» Task statement
Retype precisely the section of the data that starts at the line containing "failed: boolean): string" and runs to its final line, ends included.

+++

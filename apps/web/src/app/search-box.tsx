import { keepPreviousData, useQuery } from '@tanstack/react-query';
import { Search } from 'lucide-react';
import { useDeferredValue, useId, useState, type KeyboardEvent } from 'react';
import { useNavigate } from 'react-router-dom';
import { searchQuery } from './search.queries.ts';
import { SearchResult } from './search-result.tsx';

/** A combobox over what the workshop holds: arrows move, Enter goes there. */
export function SearchBox({ onDone }: { onDone: () => void }) {
  const [typed, setTyped] = useState('');
  const [active, setActive] = useState(0);
  const navigate = useNavigate();
  const id = useId();
  const wanted = useDeferredValue(typed.trim());
  const { data, isError } = useQuery({ ...searchQuery(wanted), placeholderData: keepPreviousData });
  const items = wanted === '' ? [] : (data?.items ?? []);
  const current = items[Math.min(active, items.length - 1)];

  function go(to: string) {
    onDone();
    void navigate(to);
  }

  function onKey(event: KeyboardEvent) {
    if (items.length === 0) return;
    const last = items.length - 1;
    const moves: Record<string, number> = {
      ArrowDown: active >= last ? 0 : active + 1,
      ArrowUp: active <= 0 ? last : active - 1,
    };
    const next = moves[event.key];
    if (next !== undefined) {
      event.preventDefault();
      setActive(next);
      document.getElementById(`${id}-${next}`)?.scrollIntoView({ block: 'nearest' });
    } else if (event.key === 'Enter' && current) {
      event.preventDefault();
      go(current.to);
    }
  }

  return (
    <>
      <div className="flex items-center">
        <Search size={20} aria-hidden="true" className="ml-4 shrink-0 text-ink-soft" />
        <input
          type="text"
          role="combobox"
          aria-label="Find a number, customer, pattern or tag"
          aria-expanded={items.length > 0}
          aria-controls={`${id}-list`}
          aria-autocomplete="list"
          aria-activedescendant={current ? `${id}-${items.indexOf(current)}` : undefined}
          autoComplete="off"
          spellCheck={false}
          placeholder="Q-0241, a customer, a pattern, a hide’s tag"
          value={typed}
          onChange={(event) => {
            setTyped(event.target.value);
            setActive(0);
          }}
          onKeyDown={onKey}
          className="min-h-14 min-w-0 grow bg-transparent px-3 text-lg outline-none"
        />
      </div>
      <div aria-hidden="true" className="stitched h-0.5" />
      <ul
        id={`${id}-list`}
        role="listbox"
        aria-label="Found"
        className="max-h-[60dvh] overflow-y-auto p-1.5 empty:hidden"
      >
        {items.map((item, index) => (
          <SearchResult
            key={item.to}
            id={`${id}-${index}`}
            item={item}
            active={item === current}
            onPoint={() => setActive(index)}
            onChoose={() => go(item.to)}
          />
        ))}
      </ul>
      <p role="status" className="px-4 py-3 text-sm text-ink-soft">
        {sentenceFor(wanted, items.length, isError)}
      </p>
    </>
  );
}

function sentenceFor(wanted: string, found: number, failed: boolean): string {
  if (failed) return 'The search did not answer. Try again in a moment.';
  if (wanted === '') return 'Type part of a number or a name.';
  if (found === 0) return `Nothing found for “${wanted}”.`;
  return found === 1
    ? 'One found. Enter goes there.'
    : `${found} found. Arrows move, Enter goes there.`;
}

+++

» Answer for the task
function sentenceFor(wanted: string, found: number, failed: boolean): string {
  if (failed) return 'The search did not answer. Try again in a moment.';
  if (wanted === '') return 'Type part of a number or a name.';
  if (found === 0) return `Nothing found for “${wanted}”.`;
  return found === 1
    ? 'One found. Enter goes there.'
    : `${found} found. Arrows move, Enter goes there.`;
}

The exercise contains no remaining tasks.